• RECORDS SHOWN:

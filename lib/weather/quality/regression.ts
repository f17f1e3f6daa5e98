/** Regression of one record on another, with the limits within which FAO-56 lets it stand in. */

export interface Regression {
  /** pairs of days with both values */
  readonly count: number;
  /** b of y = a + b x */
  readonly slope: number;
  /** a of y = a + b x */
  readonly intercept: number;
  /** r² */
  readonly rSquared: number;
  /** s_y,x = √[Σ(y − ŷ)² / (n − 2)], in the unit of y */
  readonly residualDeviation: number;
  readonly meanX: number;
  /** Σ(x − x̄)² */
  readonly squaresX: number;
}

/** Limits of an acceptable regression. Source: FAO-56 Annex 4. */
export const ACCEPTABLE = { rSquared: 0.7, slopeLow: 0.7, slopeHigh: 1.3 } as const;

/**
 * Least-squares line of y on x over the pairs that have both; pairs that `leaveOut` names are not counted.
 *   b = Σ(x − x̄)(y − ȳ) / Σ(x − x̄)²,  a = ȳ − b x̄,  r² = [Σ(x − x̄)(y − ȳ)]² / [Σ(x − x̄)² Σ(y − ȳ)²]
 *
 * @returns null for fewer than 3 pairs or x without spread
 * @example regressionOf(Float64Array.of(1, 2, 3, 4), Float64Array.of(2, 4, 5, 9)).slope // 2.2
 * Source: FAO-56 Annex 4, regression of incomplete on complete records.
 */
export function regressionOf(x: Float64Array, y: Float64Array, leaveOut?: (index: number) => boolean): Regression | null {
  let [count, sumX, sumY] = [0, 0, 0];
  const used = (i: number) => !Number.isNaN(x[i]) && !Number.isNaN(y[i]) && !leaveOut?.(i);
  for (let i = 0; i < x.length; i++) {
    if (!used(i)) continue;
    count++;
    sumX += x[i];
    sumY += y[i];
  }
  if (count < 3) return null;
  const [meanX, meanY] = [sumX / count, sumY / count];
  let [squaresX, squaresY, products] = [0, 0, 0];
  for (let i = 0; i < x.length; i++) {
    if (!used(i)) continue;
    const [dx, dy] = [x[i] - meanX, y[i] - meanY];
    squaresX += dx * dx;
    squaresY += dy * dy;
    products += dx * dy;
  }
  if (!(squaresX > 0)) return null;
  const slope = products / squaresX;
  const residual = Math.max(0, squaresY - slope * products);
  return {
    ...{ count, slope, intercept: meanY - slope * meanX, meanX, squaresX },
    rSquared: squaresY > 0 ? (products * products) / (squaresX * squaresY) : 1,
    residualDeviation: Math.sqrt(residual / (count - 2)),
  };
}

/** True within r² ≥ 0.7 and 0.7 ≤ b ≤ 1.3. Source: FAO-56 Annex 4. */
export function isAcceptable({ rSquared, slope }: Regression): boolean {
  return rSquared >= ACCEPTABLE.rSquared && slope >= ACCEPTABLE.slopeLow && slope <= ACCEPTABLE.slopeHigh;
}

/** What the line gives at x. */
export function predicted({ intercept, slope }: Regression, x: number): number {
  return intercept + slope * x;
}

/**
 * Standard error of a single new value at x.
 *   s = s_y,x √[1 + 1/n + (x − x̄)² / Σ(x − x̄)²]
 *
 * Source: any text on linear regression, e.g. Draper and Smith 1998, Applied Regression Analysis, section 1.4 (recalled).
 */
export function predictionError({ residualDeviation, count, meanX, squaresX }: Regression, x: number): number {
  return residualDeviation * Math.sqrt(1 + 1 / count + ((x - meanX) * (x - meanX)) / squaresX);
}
* * *
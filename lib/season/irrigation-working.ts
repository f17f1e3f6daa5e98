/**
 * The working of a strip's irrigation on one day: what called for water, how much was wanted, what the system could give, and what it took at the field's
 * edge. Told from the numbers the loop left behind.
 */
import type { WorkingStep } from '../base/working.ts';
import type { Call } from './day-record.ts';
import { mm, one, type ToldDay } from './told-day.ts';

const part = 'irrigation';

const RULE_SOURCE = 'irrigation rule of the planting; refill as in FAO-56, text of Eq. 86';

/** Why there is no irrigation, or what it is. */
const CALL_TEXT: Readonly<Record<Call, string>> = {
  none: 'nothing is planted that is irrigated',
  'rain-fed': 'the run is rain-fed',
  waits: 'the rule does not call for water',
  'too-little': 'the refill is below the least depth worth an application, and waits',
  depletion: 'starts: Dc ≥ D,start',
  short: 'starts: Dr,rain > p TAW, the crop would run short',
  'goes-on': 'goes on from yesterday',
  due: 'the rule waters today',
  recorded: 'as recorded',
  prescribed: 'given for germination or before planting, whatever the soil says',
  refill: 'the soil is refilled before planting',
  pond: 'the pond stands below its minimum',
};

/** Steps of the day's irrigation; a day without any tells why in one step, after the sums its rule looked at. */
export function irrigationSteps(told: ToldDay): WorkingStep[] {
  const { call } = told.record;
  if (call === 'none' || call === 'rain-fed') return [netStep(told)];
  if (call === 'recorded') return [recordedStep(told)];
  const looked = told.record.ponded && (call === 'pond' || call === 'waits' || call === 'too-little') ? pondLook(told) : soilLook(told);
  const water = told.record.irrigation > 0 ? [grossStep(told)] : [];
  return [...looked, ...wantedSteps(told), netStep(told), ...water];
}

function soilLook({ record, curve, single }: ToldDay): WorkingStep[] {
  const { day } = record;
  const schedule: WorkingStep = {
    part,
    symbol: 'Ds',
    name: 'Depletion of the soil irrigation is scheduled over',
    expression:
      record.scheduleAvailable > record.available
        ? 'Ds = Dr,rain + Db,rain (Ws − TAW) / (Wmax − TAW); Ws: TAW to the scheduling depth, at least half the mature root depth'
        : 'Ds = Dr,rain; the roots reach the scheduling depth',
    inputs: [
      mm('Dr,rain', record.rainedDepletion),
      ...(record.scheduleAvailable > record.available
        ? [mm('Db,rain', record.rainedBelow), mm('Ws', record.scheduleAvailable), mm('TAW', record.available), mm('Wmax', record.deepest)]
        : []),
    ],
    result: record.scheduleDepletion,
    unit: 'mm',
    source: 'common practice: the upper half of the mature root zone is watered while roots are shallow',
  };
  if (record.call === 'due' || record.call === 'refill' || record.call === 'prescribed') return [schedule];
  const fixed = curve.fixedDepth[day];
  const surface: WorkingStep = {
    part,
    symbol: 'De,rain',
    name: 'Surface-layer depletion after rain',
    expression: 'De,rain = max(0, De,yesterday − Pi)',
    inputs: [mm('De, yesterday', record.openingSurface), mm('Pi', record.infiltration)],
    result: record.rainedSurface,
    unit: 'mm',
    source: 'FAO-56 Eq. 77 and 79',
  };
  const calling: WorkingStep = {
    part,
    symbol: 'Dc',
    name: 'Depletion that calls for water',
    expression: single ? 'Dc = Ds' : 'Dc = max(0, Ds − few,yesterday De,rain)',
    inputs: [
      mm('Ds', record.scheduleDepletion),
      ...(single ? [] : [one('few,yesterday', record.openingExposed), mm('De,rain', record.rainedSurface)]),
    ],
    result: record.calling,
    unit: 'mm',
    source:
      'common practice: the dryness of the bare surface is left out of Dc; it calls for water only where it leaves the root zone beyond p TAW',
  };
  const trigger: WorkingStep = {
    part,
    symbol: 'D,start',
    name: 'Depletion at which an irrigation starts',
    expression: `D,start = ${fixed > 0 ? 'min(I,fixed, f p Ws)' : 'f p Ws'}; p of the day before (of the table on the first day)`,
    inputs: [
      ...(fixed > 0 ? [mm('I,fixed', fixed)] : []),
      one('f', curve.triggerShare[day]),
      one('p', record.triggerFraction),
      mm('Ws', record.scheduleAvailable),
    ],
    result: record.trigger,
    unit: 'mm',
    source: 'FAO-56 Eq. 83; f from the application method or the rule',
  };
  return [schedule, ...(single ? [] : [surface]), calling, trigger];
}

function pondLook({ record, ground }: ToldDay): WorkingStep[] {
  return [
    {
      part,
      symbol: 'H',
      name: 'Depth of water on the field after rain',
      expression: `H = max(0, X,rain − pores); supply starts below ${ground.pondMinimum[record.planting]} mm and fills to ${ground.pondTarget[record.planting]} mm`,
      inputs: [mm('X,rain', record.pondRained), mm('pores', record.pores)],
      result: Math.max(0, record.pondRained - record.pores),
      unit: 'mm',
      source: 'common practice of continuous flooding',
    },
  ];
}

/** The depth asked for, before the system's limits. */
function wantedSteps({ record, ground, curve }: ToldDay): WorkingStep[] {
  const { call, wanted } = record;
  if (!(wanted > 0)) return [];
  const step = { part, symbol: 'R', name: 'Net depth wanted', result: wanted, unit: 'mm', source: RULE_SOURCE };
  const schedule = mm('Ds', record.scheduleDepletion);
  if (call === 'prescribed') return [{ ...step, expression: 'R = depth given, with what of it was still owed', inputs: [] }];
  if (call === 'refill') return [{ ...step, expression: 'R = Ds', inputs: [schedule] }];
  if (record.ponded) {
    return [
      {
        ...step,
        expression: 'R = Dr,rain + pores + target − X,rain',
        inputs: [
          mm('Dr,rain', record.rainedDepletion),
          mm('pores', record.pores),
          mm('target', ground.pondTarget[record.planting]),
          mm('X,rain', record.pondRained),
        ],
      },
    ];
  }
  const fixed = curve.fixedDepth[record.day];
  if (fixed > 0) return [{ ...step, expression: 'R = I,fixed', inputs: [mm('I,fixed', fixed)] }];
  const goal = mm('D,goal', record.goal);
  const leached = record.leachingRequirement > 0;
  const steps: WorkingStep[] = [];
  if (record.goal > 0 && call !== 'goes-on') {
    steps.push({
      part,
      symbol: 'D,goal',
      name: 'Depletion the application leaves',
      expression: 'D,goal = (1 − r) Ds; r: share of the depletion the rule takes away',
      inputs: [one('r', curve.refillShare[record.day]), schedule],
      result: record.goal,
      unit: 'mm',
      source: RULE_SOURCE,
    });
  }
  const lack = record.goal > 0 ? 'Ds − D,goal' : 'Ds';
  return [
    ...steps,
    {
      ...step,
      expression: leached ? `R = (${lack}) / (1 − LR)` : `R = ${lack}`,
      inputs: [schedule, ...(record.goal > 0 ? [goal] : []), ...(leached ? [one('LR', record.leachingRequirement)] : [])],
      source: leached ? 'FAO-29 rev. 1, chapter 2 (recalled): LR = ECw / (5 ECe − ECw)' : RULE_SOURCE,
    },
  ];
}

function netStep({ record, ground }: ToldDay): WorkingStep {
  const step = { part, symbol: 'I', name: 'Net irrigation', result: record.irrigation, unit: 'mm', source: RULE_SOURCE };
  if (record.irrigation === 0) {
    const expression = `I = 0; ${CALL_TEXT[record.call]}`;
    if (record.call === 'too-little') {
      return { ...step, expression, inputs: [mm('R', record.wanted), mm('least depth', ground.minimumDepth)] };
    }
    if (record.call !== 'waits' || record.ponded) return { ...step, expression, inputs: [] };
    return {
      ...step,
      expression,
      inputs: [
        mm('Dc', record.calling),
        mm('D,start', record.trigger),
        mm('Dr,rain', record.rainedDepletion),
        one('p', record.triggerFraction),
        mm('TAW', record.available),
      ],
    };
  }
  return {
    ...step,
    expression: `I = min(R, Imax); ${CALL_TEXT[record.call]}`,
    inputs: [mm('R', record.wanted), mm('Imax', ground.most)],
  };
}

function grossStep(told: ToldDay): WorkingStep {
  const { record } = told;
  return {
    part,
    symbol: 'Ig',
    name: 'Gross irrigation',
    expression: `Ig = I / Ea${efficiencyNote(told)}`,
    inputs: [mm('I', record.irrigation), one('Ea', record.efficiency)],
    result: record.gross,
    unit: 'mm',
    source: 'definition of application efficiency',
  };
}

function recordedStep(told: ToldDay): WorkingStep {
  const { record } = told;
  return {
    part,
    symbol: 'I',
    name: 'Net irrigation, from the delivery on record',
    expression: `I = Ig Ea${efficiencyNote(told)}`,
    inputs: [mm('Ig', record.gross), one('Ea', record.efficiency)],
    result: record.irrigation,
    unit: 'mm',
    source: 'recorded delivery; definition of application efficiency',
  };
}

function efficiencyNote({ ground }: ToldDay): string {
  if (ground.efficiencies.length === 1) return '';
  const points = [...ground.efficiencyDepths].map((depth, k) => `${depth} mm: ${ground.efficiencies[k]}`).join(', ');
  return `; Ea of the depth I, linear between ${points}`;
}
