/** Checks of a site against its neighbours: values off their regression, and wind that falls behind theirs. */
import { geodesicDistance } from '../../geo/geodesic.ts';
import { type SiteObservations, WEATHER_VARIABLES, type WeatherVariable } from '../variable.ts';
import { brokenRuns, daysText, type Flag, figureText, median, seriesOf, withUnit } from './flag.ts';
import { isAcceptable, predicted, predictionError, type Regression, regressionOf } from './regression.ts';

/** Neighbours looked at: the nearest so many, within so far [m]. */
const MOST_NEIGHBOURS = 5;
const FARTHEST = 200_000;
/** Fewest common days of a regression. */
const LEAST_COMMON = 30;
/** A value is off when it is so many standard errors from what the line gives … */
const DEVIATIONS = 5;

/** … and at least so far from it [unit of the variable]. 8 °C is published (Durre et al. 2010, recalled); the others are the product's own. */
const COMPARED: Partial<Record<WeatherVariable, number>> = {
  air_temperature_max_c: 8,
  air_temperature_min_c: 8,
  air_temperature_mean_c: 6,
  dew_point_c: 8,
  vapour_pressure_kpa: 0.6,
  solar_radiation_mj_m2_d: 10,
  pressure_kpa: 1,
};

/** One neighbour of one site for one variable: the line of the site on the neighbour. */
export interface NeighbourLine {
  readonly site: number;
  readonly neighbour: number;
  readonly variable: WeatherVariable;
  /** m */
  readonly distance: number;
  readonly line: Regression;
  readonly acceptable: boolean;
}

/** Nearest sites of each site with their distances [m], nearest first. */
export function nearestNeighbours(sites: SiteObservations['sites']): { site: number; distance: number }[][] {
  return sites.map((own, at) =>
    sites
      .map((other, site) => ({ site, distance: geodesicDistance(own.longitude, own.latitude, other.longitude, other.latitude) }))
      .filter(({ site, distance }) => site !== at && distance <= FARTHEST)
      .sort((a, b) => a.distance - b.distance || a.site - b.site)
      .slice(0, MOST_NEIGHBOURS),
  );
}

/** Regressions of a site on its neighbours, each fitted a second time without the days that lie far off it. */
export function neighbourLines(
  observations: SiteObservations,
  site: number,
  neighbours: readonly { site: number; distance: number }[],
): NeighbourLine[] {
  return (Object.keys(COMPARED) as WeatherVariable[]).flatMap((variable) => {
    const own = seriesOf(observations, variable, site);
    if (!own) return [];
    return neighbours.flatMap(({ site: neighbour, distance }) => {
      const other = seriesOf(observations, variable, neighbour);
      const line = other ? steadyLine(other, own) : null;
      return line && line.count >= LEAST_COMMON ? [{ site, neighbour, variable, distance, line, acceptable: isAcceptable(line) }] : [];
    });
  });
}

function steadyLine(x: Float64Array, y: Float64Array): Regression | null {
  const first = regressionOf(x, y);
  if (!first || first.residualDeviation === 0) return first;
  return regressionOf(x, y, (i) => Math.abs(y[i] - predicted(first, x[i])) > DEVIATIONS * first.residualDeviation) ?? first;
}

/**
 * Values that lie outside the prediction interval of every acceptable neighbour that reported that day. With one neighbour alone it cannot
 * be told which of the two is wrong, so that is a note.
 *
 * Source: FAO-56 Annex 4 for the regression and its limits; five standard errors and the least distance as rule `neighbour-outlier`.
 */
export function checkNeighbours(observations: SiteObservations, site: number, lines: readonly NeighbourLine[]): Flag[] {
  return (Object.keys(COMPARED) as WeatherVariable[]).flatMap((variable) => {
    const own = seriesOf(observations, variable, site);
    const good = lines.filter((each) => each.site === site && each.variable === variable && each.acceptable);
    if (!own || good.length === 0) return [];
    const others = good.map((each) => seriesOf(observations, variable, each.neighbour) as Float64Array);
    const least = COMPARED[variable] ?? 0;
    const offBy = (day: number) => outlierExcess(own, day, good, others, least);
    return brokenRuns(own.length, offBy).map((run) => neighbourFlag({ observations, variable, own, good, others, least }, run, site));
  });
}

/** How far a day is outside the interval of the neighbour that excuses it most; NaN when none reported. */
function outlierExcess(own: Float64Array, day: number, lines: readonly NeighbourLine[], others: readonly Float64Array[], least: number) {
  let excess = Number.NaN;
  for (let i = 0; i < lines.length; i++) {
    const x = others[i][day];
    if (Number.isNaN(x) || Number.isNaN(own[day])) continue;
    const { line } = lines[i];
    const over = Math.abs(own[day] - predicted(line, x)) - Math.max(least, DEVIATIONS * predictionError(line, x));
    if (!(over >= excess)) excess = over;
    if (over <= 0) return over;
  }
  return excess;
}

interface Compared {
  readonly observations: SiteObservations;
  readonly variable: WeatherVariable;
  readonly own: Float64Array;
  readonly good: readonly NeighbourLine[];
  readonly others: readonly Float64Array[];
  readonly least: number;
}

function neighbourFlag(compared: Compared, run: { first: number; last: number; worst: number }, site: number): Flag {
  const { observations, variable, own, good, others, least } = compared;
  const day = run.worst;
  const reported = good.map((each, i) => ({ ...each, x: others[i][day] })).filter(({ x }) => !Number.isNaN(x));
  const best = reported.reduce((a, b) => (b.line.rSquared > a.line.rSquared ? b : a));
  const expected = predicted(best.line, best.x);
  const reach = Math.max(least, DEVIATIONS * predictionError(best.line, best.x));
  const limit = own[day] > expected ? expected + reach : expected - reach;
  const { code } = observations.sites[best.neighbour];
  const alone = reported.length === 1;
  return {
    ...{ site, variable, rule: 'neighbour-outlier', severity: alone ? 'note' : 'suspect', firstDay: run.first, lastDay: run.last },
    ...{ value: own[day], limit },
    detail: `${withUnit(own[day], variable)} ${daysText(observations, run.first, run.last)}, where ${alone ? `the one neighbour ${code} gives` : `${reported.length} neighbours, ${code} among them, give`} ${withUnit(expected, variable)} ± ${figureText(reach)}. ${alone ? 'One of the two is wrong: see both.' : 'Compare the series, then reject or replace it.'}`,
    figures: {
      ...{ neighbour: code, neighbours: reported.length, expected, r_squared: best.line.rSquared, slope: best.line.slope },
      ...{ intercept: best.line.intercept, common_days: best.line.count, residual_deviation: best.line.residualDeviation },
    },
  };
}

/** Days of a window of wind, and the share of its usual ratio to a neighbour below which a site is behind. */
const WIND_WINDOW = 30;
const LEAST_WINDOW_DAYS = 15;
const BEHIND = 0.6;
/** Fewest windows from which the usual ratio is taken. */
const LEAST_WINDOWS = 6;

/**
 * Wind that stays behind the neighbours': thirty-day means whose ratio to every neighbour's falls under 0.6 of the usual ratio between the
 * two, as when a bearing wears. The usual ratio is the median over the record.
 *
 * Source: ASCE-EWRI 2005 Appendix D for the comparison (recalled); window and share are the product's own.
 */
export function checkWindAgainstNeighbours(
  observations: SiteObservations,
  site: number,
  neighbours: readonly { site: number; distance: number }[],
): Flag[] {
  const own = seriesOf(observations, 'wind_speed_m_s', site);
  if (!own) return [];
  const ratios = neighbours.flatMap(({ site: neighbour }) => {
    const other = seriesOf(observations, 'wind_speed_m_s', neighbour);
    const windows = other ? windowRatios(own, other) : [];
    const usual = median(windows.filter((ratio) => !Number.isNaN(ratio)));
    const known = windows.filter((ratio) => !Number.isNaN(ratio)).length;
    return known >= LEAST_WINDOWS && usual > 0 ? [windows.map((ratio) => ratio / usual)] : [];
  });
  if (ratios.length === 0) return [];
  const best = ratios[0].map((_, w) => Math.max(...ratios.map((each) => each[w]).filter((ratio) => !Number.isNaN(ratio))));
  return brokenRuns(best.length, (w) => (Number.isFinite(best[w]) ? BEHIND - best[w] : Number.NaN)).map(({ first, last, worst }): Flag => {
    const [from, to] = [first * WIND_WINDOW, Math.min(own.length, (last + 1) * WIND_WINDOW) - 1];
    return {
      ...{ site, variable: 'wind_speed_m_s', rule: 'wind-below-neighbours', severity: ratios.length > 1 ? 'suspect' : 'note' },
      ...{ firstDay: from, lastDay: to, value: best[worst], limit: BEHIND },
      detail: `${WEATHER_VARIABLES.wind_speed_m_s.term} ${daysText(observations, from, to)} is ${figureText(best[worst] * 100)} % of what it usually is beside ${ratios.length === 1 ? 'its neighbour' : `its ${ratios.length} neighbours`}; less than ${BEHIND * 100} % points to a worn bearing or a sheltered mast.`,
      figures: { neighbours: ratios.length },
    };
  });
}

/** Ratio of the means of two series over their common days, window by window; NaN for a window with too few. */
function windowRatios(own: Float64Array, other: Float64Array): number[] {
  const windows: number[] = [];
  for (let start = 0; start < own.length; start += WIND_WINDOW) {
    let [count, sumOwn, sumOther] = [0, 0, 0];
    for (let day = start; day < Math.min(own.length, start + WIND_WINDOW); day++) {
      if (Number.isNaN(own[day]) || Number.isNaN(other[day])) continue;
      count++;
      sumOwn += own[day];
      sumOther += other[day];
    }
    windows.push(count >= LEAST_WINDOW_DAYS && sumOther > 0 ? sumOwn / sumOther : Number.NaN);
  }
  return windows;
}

• AIM OF THE TASK: Each line above with the string "brokenRuns" in it should be located and copied.

• SOLUTION FOR THIS PROBLEM:
import { brokenRuns, daysText, type Flag, figureText, median, seriesOf, withUnit } from './flag.ts';
    return brokenRuns(own.length, offBy).map((run) => neighbourFlag({ observations, variable, own, good, others, least }, run, site));
  return brokenRuns(best.length, (w) => (Number.isFinite(best[w]) ? BEHIND - best[w] : Number.NaN)).map(({ first, last, worst }): Flag => {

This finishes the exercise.